→ **WHAT THE EXERCISE ASKS**: Say how many lines of these entries include the word "adapter", and answer with the number alone.

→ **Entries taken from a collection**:
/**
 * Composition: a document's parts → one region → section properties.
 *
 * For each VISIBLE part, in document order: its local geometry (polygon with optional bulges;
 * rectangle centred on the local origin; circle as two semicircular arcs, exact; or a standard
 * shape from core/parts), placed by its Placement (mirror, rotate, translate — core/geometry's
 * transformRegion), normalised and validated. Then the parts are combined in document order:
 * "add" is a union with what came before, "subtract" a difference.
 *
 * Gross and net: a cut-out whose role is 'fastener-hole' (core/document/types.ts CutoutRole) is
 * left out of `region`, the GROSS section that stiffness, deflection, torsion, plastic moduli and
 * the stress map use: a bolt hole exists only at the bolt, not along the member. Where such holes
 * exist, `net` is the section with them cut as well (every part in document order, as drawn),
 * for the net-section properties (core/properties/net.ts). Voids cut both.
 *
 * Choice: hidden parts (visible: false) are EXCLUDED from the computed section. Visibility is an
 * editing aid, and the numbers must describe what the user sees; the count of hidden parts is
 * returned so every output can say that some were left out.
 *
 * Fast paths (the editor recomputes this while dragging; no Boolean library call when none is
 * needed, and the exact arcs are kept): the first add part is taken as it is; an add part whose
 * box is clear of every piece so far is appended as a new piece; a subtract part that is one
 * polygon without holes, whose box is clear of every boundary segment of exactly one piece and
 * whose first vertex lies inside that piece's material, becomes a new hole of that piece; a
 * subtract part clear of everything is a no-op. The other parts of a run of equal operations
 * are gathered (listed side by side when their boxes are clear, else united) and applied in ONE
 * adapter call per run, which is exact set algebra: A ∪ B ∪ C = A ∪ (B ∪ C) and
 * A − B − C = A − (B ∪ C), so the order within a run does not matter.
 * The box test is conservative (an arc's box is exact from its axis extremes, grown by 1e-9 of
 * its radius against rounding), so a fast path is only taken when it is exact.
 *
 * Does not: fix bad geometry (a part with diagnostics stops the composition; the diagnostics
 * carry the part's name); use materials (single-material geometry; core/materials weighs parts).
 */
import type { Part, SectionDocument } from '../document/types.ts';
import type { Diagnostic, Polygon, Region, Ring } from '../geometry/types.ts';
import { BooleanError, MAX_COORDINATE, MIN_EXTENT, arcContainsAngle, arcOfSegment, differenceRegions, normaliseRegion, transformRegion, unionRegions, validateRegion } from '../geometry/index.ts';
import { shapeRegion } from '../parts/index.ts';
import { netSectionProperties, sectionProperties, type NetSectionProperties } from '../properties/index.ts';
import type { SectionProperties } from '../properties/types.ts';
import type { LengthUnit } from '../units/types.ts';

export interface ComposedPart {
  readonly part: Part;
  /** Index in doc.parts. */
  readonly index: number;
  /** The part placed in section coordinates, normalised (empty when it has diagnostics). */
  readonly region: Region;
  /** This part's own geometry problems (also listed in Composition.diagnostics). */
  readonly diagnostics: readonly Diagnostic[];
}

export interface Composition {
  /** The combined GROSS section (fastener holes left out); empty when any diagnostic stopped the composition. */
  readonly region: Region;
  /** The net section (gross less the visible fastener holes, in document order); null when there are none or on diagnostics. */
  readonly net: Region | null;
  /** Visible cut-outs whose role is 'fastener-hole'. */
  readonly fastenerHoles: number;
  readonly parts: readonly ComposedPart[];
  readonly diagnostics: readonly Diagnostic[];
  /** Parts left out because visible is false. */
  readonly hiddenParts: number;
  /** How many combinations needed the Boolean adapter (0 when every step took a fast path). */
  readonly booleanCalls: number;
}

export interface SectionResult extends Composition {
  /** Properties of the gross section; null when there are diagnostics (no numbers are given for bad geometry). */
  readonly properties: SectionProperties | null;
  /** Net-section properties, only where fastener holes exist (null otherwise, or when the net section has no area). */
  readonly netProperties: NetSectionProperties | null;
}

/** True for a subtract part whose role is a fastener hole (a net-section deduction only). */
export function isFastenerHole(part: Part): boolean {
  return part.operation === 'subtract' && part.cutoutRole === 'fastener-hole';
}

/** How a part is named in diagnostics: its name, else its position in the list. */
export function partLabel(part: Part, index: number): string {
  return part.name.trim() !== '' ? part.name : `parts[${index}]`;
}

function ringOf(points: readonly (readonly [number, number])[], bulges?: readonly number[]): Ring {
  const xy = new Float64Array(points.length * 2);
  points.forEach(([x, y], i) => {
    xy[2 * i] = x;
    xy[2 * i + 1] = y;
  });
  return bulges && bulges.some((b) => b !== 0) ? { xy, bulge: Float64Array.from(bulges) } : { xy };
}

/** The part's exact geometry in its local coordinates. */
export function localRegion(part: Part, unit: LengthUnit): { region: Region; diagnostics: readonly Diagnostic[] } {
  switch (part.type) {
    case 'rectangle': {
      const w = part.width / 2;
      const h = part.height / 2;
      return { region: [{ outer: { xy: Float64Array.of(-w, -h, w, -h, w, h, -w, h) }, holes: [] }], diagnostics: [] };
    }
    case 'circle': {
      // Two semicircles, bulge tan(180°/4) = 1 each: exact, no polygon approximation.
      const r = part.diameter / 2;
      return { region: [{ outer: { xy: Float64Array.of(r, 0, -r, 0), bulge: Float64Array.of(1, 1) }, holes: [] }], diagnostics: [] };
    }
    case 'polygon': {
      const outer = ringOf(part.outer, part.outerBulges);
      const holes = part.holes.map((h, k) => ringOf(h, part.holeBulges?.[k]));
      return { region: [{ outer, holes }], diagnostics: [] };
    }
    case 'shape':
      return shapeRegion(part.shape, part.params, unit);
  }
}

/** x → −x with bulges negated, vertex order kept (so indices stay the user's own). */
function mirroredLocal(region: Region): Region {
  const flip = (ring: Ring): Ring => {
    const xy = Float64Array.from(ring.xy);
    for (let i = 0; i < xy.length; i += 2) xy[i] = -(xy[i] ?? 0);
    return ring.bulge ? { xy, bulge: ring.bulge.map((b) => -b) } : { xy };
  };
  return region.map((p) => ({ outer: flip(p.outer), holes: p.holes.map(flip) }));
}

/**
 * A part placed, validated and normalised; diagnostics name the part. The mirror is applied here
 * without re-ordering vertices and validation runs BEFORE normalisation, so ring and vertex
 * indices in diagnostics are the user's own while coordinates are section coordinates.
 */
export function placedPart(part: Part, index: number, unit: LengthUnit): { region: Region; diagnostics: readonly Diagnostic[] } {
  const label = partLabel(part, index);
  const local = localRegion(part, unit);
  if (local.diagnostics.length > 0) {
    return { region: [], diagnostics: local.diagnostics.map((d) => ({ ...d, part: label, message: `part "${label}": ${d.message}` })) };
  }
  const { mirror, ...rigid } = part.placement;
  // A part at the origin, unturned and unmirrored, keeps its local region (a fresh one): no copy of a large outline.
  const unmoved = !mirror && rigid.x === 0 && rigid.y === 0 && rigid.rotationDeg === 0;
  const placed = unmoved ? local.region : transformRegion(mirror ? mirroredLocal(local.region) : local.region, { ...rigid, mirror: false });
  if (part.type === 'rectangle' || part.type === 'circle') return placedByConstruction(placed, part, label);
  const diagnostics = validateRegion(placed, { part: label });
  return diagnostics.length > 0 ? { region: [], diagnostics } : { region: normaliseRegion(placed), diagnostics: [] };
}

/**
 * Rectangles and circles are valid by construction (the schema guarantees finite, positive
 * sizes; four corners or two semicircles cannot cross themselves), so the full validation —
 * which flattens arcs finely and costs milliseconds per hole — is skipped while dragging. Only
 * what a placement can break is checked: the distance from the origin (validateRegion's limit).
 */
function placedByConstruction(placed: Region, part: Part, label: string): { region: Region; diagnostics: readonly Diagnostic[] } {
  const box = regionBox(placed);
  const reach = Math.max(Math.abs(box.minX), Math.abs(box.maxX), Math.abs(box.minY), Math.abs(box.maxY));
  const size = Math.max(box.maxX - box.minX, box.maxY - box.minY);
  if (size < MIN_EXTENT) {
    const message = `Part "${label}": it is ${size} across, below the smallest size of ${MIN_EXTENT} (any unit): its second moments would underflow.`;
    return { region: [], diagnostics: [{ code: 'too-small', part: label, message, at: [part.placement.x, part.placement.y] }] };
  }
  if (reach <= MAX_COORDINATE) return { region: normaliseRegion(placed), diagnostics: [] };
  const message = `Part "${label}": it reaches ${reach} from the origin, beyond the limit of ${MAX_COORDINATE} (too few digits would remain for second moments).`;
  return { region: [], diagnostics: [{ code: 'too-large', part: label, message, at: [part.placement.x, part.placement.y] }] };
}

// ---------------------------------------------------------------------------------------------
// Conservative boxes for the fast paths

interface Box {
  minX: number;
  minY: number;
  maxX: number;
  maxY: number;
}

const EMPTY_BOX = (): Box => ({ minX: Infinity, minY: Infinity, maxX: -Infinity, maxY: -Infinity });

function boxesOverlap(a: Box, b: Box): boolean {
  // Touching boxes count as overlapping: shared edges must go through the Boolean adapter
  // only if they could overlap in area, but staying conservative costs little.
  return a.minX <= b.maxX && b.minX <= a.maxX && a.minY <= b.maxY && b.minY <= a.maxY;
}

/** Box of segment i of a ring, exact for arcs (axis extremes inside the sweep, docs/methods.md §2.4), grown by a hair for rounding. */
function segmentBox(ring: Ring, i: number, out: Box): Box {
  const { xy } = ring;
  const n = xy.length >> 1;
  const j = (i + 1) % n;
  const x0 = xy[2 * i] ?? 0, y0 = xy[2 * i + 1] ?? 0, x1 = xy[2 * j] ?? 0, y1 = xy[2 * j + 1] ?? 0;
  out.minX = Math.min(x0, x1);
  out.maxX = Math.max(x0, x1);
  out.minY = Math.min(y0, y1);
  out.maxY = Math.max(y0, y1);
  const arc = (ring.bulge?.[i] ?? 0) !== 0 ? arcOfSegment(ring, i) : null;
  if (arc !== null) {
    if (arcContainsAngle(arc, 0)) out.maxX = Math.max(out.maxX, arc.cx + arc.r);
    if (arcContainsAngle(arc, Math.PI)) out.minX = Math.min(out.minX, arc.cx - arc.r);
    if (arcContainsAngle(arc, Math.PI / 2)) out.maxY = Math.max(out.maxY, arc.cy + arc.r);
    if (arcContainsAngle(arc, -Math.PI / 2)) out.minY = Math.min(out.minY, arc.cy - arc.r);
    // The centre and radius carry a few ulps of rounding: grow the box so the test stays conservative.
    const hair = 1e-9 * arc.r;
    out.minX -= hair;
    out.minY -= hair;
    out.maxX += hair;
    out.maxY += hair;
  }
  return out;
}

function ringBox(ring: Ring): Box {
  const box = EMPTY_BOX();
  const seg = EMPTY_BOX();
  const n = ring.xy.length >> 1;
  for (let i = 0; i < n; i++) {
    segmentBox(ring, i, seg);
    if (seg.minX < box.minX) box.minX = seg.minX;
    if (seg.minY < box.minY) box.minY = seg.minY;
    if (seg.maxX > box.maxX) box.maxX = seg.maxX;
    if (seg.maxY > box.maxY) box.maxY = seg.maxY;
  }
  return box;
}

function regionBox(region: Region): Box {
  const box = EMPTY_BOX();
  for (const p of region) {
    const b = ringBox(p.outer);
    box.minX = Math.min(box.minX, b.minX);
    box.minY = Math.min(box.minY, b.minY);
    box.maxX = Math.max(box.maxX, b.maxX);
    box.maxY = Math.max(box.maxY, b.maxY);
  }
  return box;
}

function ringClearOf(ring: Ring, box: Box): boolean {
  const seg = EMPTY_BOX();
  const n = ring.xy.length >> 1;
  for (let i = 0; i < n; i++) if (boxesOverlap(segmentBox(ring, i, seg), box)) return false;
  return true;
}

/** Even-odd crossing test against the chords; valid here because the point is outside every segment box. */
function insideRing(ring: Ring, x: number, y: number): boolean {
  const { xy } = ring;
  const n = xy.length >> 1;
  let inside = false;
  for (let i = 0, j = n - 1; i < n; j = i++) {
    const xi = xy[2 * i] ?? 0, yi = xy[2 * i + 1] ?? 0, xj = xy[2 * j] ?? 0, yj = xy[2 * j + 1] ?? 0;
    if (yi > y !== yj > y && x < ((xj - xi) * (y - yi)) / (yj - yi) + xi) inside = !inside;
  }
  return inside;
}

→ **ANSWER AREA**: 3